A year after scrambling to stave off collapse, the ports of Seattle and Tacoma are dealing with too much of a good thing.
“We’ve rebounded in 2021 and you’ve probably heard about congestion…or if you’ve looked out the window,” John Wolfe, CEO of the Northwest Seaport Alliance, told the audience at the 2021 King County Maritime Economic Forecast breakfast Friday, overlooking a container-crowded Terminal 46 in Seattle.
With 53,400 jobs and $12.4 billion in economic impact, the twin ports are a pillar of the region’s economy. Now like other U.S. container ports, they are squeezing out a backup of imported goods.
“I see that as a good thing,” because most people previously have not understood how the supply chain works, Wolfe suggested.
“One of the reasons, as I look at it, is the industry has been under-investing in infrastructure,” said Wolfe. Publicly held companies are under such pressure to provide return on investment to shareholders and reduce their costs that distribution systems operating at “optimal” levels quickly deteriorated in the face of booming demand and supply constraints.
Terminal 5 in Seattle – the 185-acre site of a $400 million capital investment that will open to container ship arrivals in January 2022 – was pressed into service as parking for 3,000 empty containers to relieve crowding at other terminals, said Wolfe.
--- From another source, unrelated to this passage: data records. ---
impl ModelBuilder {
    /// A builder for a model of `order` (1..=6) expecting `counts[n-1]` n-grams of order n.
    /// Room is reserved for at most [`RESERVED_ENTRIES`] of each order and grows as n-grams are
    /// added: the counts may come from a file's header, which can lie.
    pub(crate) fn new(counts: &[usize]) -> Self {
        let counts: Vec<usize> = counts
            .iter()
            .map(|&count| count.min(RESERVED_ENTRIES))
            .collect();
        let mut tables = Vec::with_capacity(counts.len());
        for (position, &count) in counts.iter().enumerate() {
            // Unigrams are indexed by word directly; their table stays empty.
            tables.push(NgramTable::with_capacity(if position == 0 {
                0
            } else {
                count
            }));
        }
        ModelBuilder {
            implied: 0,
            words: Vec::with_capacity(counts.first().copied().unwrap_or(0)),
            index: WordMap::default(),
            orders: counts
                .iter()
                .map(|&count| OrderEntries {
                    word: Vec::with_capacity(count),
                    prefix: Vec::new(),
                    suffix: Vec::new(),
                    log10_prob: Vec::with_capacity(count),
                    log10_backoff: Vec::with_capacity(count),
                })
                .collect(),
            tables,
        }
    }

    pub(crate) fn order(&self) -> usize {
        self.orders.len()
    }

    pub(crate) fn word(&self, word: &str) -> Option<u32> {
        self.index.get(word).copied()
    }

    pub(crate) fn add_unigram(
        &mut self,
        word: &str,
        log10_prob: f64,
        log10_backoff: f64,
    ) -> Result<u32, AddError> {
        if self.index.contains_key(word) {
            return Err(AddError::Duplicate);
        }
        let id = self.words.len();
        if id >= MAX_ENTRIES_PER_ORDER {
            return Err(AddError::TooMany);
        }
        self.words.push(word.to_string());
        self.index.insert(word.to_string(), id as u32);
        let unigrams = &mut self.orders[0];
        unigrams.word.push(id as u32);
        unigrams.log10_prob.push(log10_prob);
        unigrams.log10_backoff.push(log10_backoff);
        Ok(id as u32)
    }

    /// Index of an n-gram given by its word indices, if present.
    pub(crate) fn find(&self, words: &[u32]) -> Option<u32> {
        let (&first, rest) = words.split_first()?;
        if first as usize >= self.words.len() {
            return None;
        }
        let mut id = first;
        for (position, &word) in rest.iter().enumerate() {
            id = self.tables[position + 1].find_id(ngram_key(id, word))?;
        }
        Some(id)
    }

    /// Index of the n-gram (prefix n-gram of order `n` − 1, `word`) of order `n` ≥ 2, if present.
    pub(crate) fn extend(&self, n: usize, prefix: u32, word: u32) -> Option<u32> {
        self.tables[n - 1].find_id(ngram_key(prefix, word))
    }

    /// Adds an n-gram of order `n` ≥ 2 given its prefix's index; the suffix is found through the
    /// prefix's own suffix (one probe).
    pub(crate) fn add_with_prefix(
        &mut self,
        n: usize,
        prefix: u32,
        word: u32,
        log10_prob: f64,
        log10_backoff: f64,
    ) -> Result<u32, AddError> {
        let suffix = if n == 2 {
            word
        } else {
            let prefix_suffix = self.orders[n - 2].suffix[prefix as usize];
            self.extend(n - 1, prefix_suffix, word)
                .ok_or(AddError::MissingSuffix)?
        };
        self.add_linked(n, prefix, word, suffix, log10_prob, log10_backoff)
    }

    /// `log10 P(words[n-1] | words[..n-1])` by back-off through what has been added so far.
    fn backoff_log10_prob(&self, words: &[u32]) -> f64 {
        let n = words.len();
        if let Some(id) = self.find(words) {
            return self.orders[n - 1].log10_prob[id as usize];
        }
        if n == 1 {
            return f64::NEG_INFINITY;
        }
        let backoff = self
            .find(&words[..n - 1])
            .map_or(0.0, |id| self.orders[n - 2].log10_backoff[id as usize]);
        backoff + self.backoff_log10_prob(&words[1..])
    }

    /// The index of an n-gram, first adding it (and, recursively, its missing prefix and suffix)
    /// with the probability the back-off already gives it and a back-off weight of one. Such an
    /// entry changes no probability; it only restores the prefix and suffix closure the query
    /// structure relies on (some pruning tools drop n-grams whose extensions they keep).
    fn find_or_add_implied(&mut self, words: &[u32]) -> Result<u32, AddError> {
        if let Some(id) = self.find(words) {
            return Ok(id);
        }
        let n = words.len();
        if n == 1 {
            return Err(AddError::MissingPrefix(1));
        }
        let prefix = self.find_or_add_implied(&words[..n - 1])?;
        let suffix = self.find_or_add_implied(&words[1..])?;
        let log10_prob = self.backoff_log10_prob(words);
        self.implied += 1;
        self.add_linked(n, prefix, words[n - 1], suffix, log10_prob, 0.0)
    }

    /// Adds an n-gram (n = `words.len()` ≥ 2) of the highest order read so far, first adding
    /// any missing prefix or suffix as an implied entry (see [`ModelBuilder::find_or_add_implied`]).
    pub(crate) fn add_ngram_implying(
        &mut self,
        words: &[u32],
        log10_prob: f64,
        log10_backoff: f64,
    ) -> Result<u32, AddError> {
        let n = words.len();
        let prefix = self.find_or_add_implied(&words[..n - 1])?;
        let suffix = self.find_or_add_implied(&words[1..])?;
        self.add_linked(n, prefix, words[n - 1], suffix, log10_prob, log10_backoff)
    }

    /// Adds an n-gram (n = `words.len()` ≥ 2) whose prefix and suffix are already present.
    pub(crate) fn add_ngram(
        &mut self,
        words: &[u32],
        log10_prob: f64,
        log10_backoff: f64,
    ) -> Result<u32, AddError> {
        let n = words.len();
        let prefix = self
            .find(&words[..n - 1])
            .ok_or(AddError::MissingPrefix(n - 1))?;
        let suffix = self.find(&words[1..]).ok_or(AddError::MissingSuffix)?;
        self.add_linked(n, prefix, words[n - 1], suffix, log10_prob, log10_backoff)
    }

    /// Adds an n-gram of order `n` ≥ 2 given the indices of its prefix and suffix (n−1)-grams.
    pub(crate) fn add_linked(
        &mut self,
        n: usize,
        prefix: u32,
        word: u32,
        suffix: u32,
        log10_prob: f64,
        log10_backoff: f64,
    ) -> Result<u32, AddError> {
        let entries = &mut self.orders[n - 1];
        let id = entries.len();
        if id >= MAX_ENTRIES_PER_ORDER {
            return Err(AddError::TooMany);
        }
        self.tables[n - 1]
            .insert(ngram_key(prefix, word), id as u32)
            .map_err(|_| AddError::Duplicate)?;
        entries.word.push(word);
        entries.prefix.push(prefix);
        entries.suffix.push(suffix);
        entries.log10_prob.push(log10_prob);
        entries.log10_backoff.push(log10_backoff);
        Ok(id as u32)
    }

    /// Freezes the model: marks which n-grams are contexts of longer ones and precomputes, for
    /// every entry, the state a query lands in and the back-off charged on entering it.
    pub(crate) fn finish(self) -> ArpaModel {
        let ModelBuilder {
            implied,
            words,
            index,
            orders,
            mut tables,
        } = self;
        let order = orders.len();
        let mut is_context: Vec<Vec<bool>> = orders
            .iter()
            .map(|entries| vec![false; entries.len()])
            .collect();
        for n in 2..=order {
            for &prefix in &orders[n - 1].prefix {
                is_context[n - 2][prefix as usize] = true;
            }
        }
        // charge[n-1][i]: back-off weights of dropped contexts, charged when entry i is entered;
        // next[n-1][i]: the state after entry i.
        let mut charge: Vec<Vec<f64>> = Vec::with_capacity(order);
        let mut next: Vec<Vec<LmState>> = Vec::with_capacity(order);
        for n in 1..=order {
            let entries = &orders[n - 1];
            let mut order_charge = Vec::with_capacity(entries.len());
            let mut order_next = Vec::with_capacity(entries.len());
            for (i, &context) in is_context[n - 1].iter().enumerate() {
                if n < order && context {
                    order_charge.push(0.0);
                    order_next.push(LmState {
                        length: n as u8,
                        id: i as u32,
                    });
                } else if n == 1 {
                    order_charge.push(entries.log10_backoff[i]);
                    order_next.push(LmState::EMPTY);
                } else {
                    let suffix = entries.suffix[i] as usize;
                    order_charge.push(entries.log10_backoff[i] + charge[n - 2][suffix]);
                    order_next.push(next[n - 2][suffix]);
                }
            }
            charge.push(order_charge);
            next.push(order_next);
        }
        let unigram_fast = (0..orders[0].len())
            .map(|i| FastEntry {
                log10_prob: (orders[0].log10_prob[i] + charge[0][i]) as f32,
                next: pack_state(next[0][i]),
            })
            .collect();
        for (n, table) in tables.iter_mut().enumerate().skip(1) {
            for (slot, &id) in table
                .slots
                .iter_mut()
                .zip(&table.ids)
                .filter(|(slot, _)| slot.key != EMPTY_KEY)
            {
                let id = id as usize;
                slot.fast_log10_prob = (orders[n].log10_prob[id] + charge[n][id]) as f32;
                slot.next = pack_state(next[n][id]);
            }
        }
        let links = orders
            .iter()
            .enumerate()
            .map(|(position, entries)| {
                (0..entries.len())
                    .map(|i| BackoffLink {
                        log10_backoff: entries.log10_backoff[i] as f32,
                        suffix: if position == 0 { 0 } else { entries.suffix[i] },
                    })
                    .collect()
            })
            .collect();
        let sentence_start = index.get(SENTENCE_START).copied();
        let sentence_end = index.get(SENTENCE_END).copied();
        let unknown = index.get(UNKNOWN_WORD).copied();
        ArpaModel {
            implied,
            words,
            index,
            orders,
            tables,
            links,
            unigram_fast,
            sentence_start,
            sentence_end,
            unknown,
        }
    }
}
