//! Estimation checks: sum-to-one through the ARPA back-off query, a hand-worked modified
//! Kneser-Ney example, back-off form equal to interpolated form, bad input.

use rand::{Rng, SeedableRng};
use rand_chacha::ChaCha8Rng;

use crate::{
    estimate, estimate_with, evaluate_sentences, ArpaModel, EstimateOptions, LmError, NgramCounts,
    Smoothing, WordIndex,
};

/// Random text over a small Zipf-like vocabulary, so that contexts repeat and all count classes
/// occur; seeded, so every run checks the same models.
pub(crate) fn generated_text(seed: u64, sentences: usize, vocabulary: usize) -> Vec<Vec<String>> {
    let mut random = ChaCha8Rng::seed_from_u64(seed);
    let weights: Vec<f64> = (1..=vocabulary).map(|rank| 1.0 / rank as f64).collect();
    let total: f64 = weights.iter().sum();
    (0..sentences)
        .map(|_| {
            let length = random.random_range(1..=7);
            (0..length)
                .map(|_| {
                    let mut target = random.random::<f64>() * total;
                    let mut word = 0;
                    while word + 1 < vocabulary && target >= weights[word] {
                        target -= weights[word];
                        word += 1;
                    }
                    format!("w{word}")
                })
                .collect()
        })
        .collect()
}

const METHODS: [Smoothing; 4] = [
    Smoothing::ModifiedKneserNey,
    Smoothing::KneserNey,
    Smoothing::WittenBell,
    Smoothing::Additive { k: 0.5 },
];

/// Σ_w P(w | h) over every predictable word, through the back-off recursion of the model.
pub(crate) fn check_sum_to_one(model: &ArpaModel, label: &str) {
    let words: Vec<WordIndex> = model.predictable_words().collect();
    let mut contexts: Vec<Vec<WordIndex>> = vec![Vec::new()];
    let counts = model.ngram_counts();
    let mut ngram = Vec::new();
    for n in 1..model.order() {
        for id in 0..counts[n - 1] as u32 {
            model.ngram_words(n, id, &mut ngram);
            contexts.push(ngram.iter().map(|&word| WordIndex(word)).collect());
        }
    }
    for context in &contexts {
        let total: f64 = words
            .iter()
            .map(|&word| 10f64.powf(model.log10_probability(context, word)))
            .sum();
        // The defining property of a probability distribution (textbook definition).
        assert!(
            (total - 1.0).abs() < 1e-6,
            "{label}: context {context:?} sums to {total}"
        );
    }
}

#[test]
fn every_context_sums_to_one_for_every_method_and_order() {
    let folder = tempfile::tempdir().unwrap();
    for (seed, order) in [(1u64, 1usize), (2, 2), (3, 3), (4, 4), (5, 5)] {
        let text = generated_text(seed, 60, 9);
        let counts = NgramCounts::from_sentences(text, order).unwrap();
        for smoothing in METHODS {
            for cutoffs in [vec![], vec![1, 2, 2, 2, 2]] {
                let label = format!("order {order}, {smoothing:?}, cut-offs {cutoffs:?}");
                let estimated = estimate_with(
                    &counts,
                    &EstimateOptions {
                        smoothing,
                        cutoffs,
                        keep_interpolated: false,
                    },
                )
                .unwrap();
                // Through the written file, so the ARPA text keeps enough precision too.
                let path = folder.path().join("model.arpa");
                estimated.model.write_arpa(&path).unwrap();
                check_sum_to_one(&ArpaModel::read(&path).unwrap(), &label);
            }
        }
    }
}

#[test]
fn back_off_form_equals_interpolated_form() {
    let training = generated_text(11, 80, 12);
    let mut test = generated_text(12, 30, 14); // w12, w13 never occur in training: OOVs
    test.push(vec!["unseen".to_string(), "w0".to_string()]);
    for order in 1..=4 {
        let counts = NgramCounts::from_sentences(training.clone(), order).unwrap();
        for smoothing in METHODS {
            let estimated = estimate_with(
                &counts,
                &EstimateOptions {
                    smoothing,
                    cutoffs: vec![1, 1, 2, 2],
                    keep_interpolated: true,
                },
            )
            .unwrap();
            let arpa = evaluate_sentences(&estimated.model, test.clone());
            let mut interpolated = 0.0;
            for sentence in &test {
                let mut history = vec!["<s>"];
                for word in sentence.iter().map(String::as_str).chain(["</s>"]) {
                    interpolated += estimated
                        .interpolated
                        .as_ref()
                        .unwrap()
                        .log10_probability(&history, word);
                    history.push(word);
                }
            }
            assert!(arpa.oov_words > 0);
            assert!(
                (arpa.log10_probability - interpolated).abs() < 1e-9 * interpolated.abs(),
                "order {order} {smoothing:?}: back-off {} vs interpolated {interpolated}",
                arpa.log10_probability
            );
        }
    }
}

fn words(line: &str) -> Vec<String> {
    line.split_whitespace().map(str::to_string).collect()
}

#[test]
fn hand_worked_modified_kneser_ney_bigram() {
    // Corpus: "a" ×4, "b" ×3, "c" ×2, "d e" ×1, bigram model.
    let mut text = Vec::new();
    for (line, times) in [("a", 4), ("b", 3), ("c", 2), ("d e", 1)] {
        text.extend(std::iter::repeat_n(words(line), times));
    }
    let counts = NgramCounts::from_sentences(text, 2).unwrap();
    // Highest order: raw counts. <s> a 4, a </s> 4, <s> b 3, b </s> 3, <s> c 2, c </s> 2,
    // <s> d 1, d e 1, e </s> 1 → n1 = 3, n2 = 2, n3 = 2, n4 = 2.
    assert_eq!(counts.kneser_ney_count(&["<s>", "a"]), 4);
    // Unigrams: continuation counts N1+(• w): </s> follows a, b, c and e → 4; every other word 1.
    assert_eq!(counts.kneser_ney_count(&["</s>"]), 4);
    assert_eq!(counts.kneser_ney_count(&["e"]), 1);
    let estimated = estimate(&counts, Smoothing::ModifiedKneserNey).unwrap();
    // Chen & Goodman (1998), modified Kneser-Ney discount estimates (formulas quoted from memory
    // of the paper): Y = n1/(n1+2 n2) = 3/7; D1 = 1 − 2Y n2/n1 = 1 − 4/7 = 3/7;
    // D2 = 2 − 3Y n3/n2 = 2 − 9/7 = 5/7; D3+ = 3 − 4Y n4/n3 = 3 − 12/7 = 9/7.
    let bigram = estimated.discounts[1];
    assert!((bigram.d1 - 3.0 / 7.0).abs() < 1e-12);
    assert!((bigram.d2 - 5.0 / 7.0).abs() < 1e-12);
    assert!((bigram.d3_plus - 9.0 / 7.0).abs() < 1e-12);
    // Unigram continuation counts: five 1s and one 4 → n2 = 0: degenerate, Y = 5/5 = 1 is not in
    // (0, 1), so the documented fallback discount 0.5 applies, with a warning.
    assert!(estimated.discounts[0].d1 == 0.5 && estimated.discounts[0].d3_plus == 0.5);
    assert!(
        estimated
            .warnings
            .iter()
            .any(|warning| warning.starts_with("order 1:")),
        "{:?}",
        estimated.warnings
    );
    // Unigrams: |V| = {</s>, <unk>, a, b, c, d, e} = 7; total 9; kept mass 5·0.5 + 3.5 = 6;
    // γ(ε) = (9 − 6)/9 = 1/3. P(a) = 0.5/9 + (1/3)/7 = 13/126; P(</s>) = 3.5/9 + 1/21 = 55/126;
    // P(<unk>) = 1/21 = 6/126. (5·13 + 55 + 6 = 126.)
    let model = &estimated.model;
    let index = |word: &str| model.word_index(word).unwrap();
    let probability = |context: &[&str], word: &str| {
        let context: Vec<WordIndex> = context.iter().map(|word| index(word)).collect();
        10f64.powf(model.log10_probability(&context, index(word)))
    };
    assert!((probability(&[], "a") - 13.0 / 126.0).abs() < 1e-9);
    assert!((probability(&[], "</s>") - 55.0 / 126.0).abs() < 1e-9);
    assert!((probability(&[], "<unk>") - 6.0 / 126.0).abs() < 1e-9);
    // Context <s>: a 4, b 3, c 2, d 1, total 10; discounted 19/7 + 12/7 + 9/7 + 4/7 = 44/7;
    // γ(<s>) = (10 − 44/7)/10 = 13/35. P(a | <s>) = (19/7)/10 + 13/35 · 13/126 = 683/2205.
    assert!((probability(&["<s>"], "a") - 683.0 / 2205.0).abs() < 1e-9);
    // Context d: e 1; discounted 4/7; γ(d) = 3/7. P(e | d) = 4/7 + 3/7 · 13/126 = 181/294;
    // unseen: P(a | d) = 3/7 · 13/126 = 13/294, i.e. back-off weight 3/7 times P(a).
    assert!((probability(&["d"], "e") - 181.0 / 294.0).abs() < 1e-9);
    assert!((probability(&["d"], "a") - 13.0 / 294.0).abs() < 1e-9);
}

#[test]
fn bad_input_is_rejected_with_a_clear_message() {
    for order in [0, 7] {
        let error = NgramCounts::from_sentences(vec![words("a b")], order).unwrap_err();
        assert!(matches!(error, LmError::UnsupportedOrder { found, .. } if found == order));
    }
    let error = NgramCounts::from_sentences(Vec::<Vec<String>>::new(), 3).unwrap_err();
    assert!(error.to_string().contains("found none"), "{error}");
    let folder = tempfile::tempdir().unwrap();
    let empty = folder.path().join("empty.txt");
    std::fs::write(&empty, "\n  \n").unwrap();
    let error = NgramCounts::from_text_files(&[empty], 3, &Default::default()).unwrap_err();
    assert!(matches!(&error, LmError::Text { line: 2, .. }), "{error}");
    assert!(error.to_string().contains("empty text"), "{error}");
    let marked = folder.path().join("marked.txt");
    std::fs::write(&marked, "a b\nc </s> d\n").unwrap();
    let error = NgramCounts::from_text_files(&[marked], 3, &Default::default()).unwrap_err();
    assert!(matches!(&error, LmError::Text { line: 2, .. }), "{error}");
    let counts = NgramCounts::from_sentences(vec![words("a b")], 2).unwrap();
    assert!(estimate(&counts, Smoothing::Additive { k: 0.0 }).is_err());
}

#[test]
fn a_closed_vocabulary_maps_other_words_to_unk() {
    let options = crate::CountOptions {
        vocabulary: Some(words("a b zebra")),
    };
    let counts =
        NgramCounts::from_sentences_with(vec![words("a b c"), words("a d")], 2, &options).unwrap();
    assert_eq!(counts.raw_count(&["<unk>"]), 2);
    assert_eq!(counts.raw_count(&["a", "<unk>"]), 1);
    let model = estimate(&counts, Smoothing::ModifiedKneserNey)
        .unwrap()
        .model;
    // An unseen vocabulary word still gets a unigram (from the uniform base distribution).
    assert!(model.word_index("zebra").is_some());
    assert!(model.word_index("c").is_none());
}

#[test]
fn streamed_arpa_equals_the_built_model() {
    let counts = NgramCounts::from_sentences(generated_text(41, 50, 9), 4).unwrap();
    let folder = tempfile::tempdir().unwrap();
    for smoothing in METHODS {
        let options = EstimateOptions {
            smoothing,
            cutoffs: vec![1, 1, 2, 3],
            keep_interpolated: false,
        };
        let built = estimate_with(&counts, &options).unwrap();
        let path = folder.path().join("streamed.arpa.gz");
        let summary = crate::write_estimated_arpa(&counts, &options, &path).unwrap();
        assert_eq!(summary.ngram_counts, built.model.ngram_counts());
        let mut expected = Vec::new();
        built.model.write_arpa_to(&mut expected).unwrap();
        let mut streamed = Vec::new();
        ArpaModel::read(&path)
            .unwrap()
            .write_arpa_to(&mut streamed)
            .unwrap();
        assert!(expected == streamed, "{smoothing:?}");
    }
}

#[test]
fn fast_state_queries_agree_with_the_double_precision_recursion() {
    let counts = NgramCounts::from_sentences(generated_text(51, 120, 15), 5).unwrap();
    let model = estimate_with(
        &counts,
        &EstimateOptions {
            smoothing: Smoothing::ModifiedKneserNey,
            cutoffs: vec![1, 1, 1, 2, 2],
            keep_interpolated: false,
        },
    )
    .unwrap()
    .model;
    let unknown = model.unknown_word().unwrap();
    for sentence in generated_text(52, 40, 18) {
        let words: Vec<WordIndex> = sentence
            .iter()
            .map(|word| model.word_index(word).unwrap_or(unknown))
            .collect();
        let mut state = model.sentence_start();
        let mut history = vec![model.sentence_start_word().unwrap()];
        for &word in &words {
            let (fast, next) = model.score(&state, word);
            let slow = model.log10_probability(&history, word);
            // f32 storage of the fast path: agreement to single precision.
            assert!(
                (f64::from(fast) - slow).abs() < 1e-5 * slow.abs().max(1.0),
                "{fast} vs {slow}"
            );
            history.push(word);
            state = next;
        }
        let end = model.sentence_end_word().unwrap();
        let slow = model.log10_probability(&history, end);
        assert!((f64::from(model.sentence_end(&state)) - slow).abs() < 1e-5 * slow.abs().max(1.0));
    }
}

#[test]
fn smoothing_names_round_trip() {
    for name in Smoothing::NAMES {
        let smoothing = Smoothing::from_name(name, 0.5).unwrap();
        assert_eq!(smoothing.name(), name);
    }
    assert_eq!(
        Smoothing::from_name("add-k", 0.5),
        Some(Smoothing::Additive { k: 0.5 })
    );
    assert_eq!(Smoothing::from_name("mkn", 1.0), None);
}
“We’re also working with importers to encourage them to pick up their boxes,” he said.
Seattle’s cruise ship traffic went from a $900 million annual trade to virtually zero for 2020 but is well on a rebound. With grain deliveries and recreational vessel traffic well above average for 2021, and commercial fishing and industrial moorage down only slightly, the port business “we’re headed in the right direction,” said Port of Seattle executive director Stephen Metruck.
Some $378 million in infrastructure planning includes replacing pilings, bulkheads and other improvements at the port’s facilities for large commercial fishing vessels, and developing Terminal 91 uplands into light industrial space to include fishing support businesses, said Metruck.
Converting the old fishermen’s supply to a new “maritime innovation center” is scheduled for completion in 2024. A submarine cable from Terminal 46 will carry shore power for Pier 66, Metruck said: “This is part of our effort to decarbonize the waterfront.”
A smaller carbon footprint is a selling point for Genuine Alaska Pollock Producers, and what Karl Bratvold, managing partner of the trawler Starbound and a GAPP director called “the most climate-friendly protein in the world.”
Bratvold and GAPP CEO Craig Morris recounted their past two years of marketing, when pollock from the Seattle-based trawler fleet won more customers as an essential home freezer item during the pandemic.
GAPP’s market research shows “sustainability” is a high-scoring value with U.S. consumers, and its marketing material now include graphic comparisons of emissions calculated for delivering beef, on the highest end of the scale, the Alaska pollock “which is about as low as you can go,” said Bratvold.
“That’s something we really have to be mindful of,” said Morris. The other key part of GAPP’s labeling, wild-caught, “means a lot to consumers,” he added.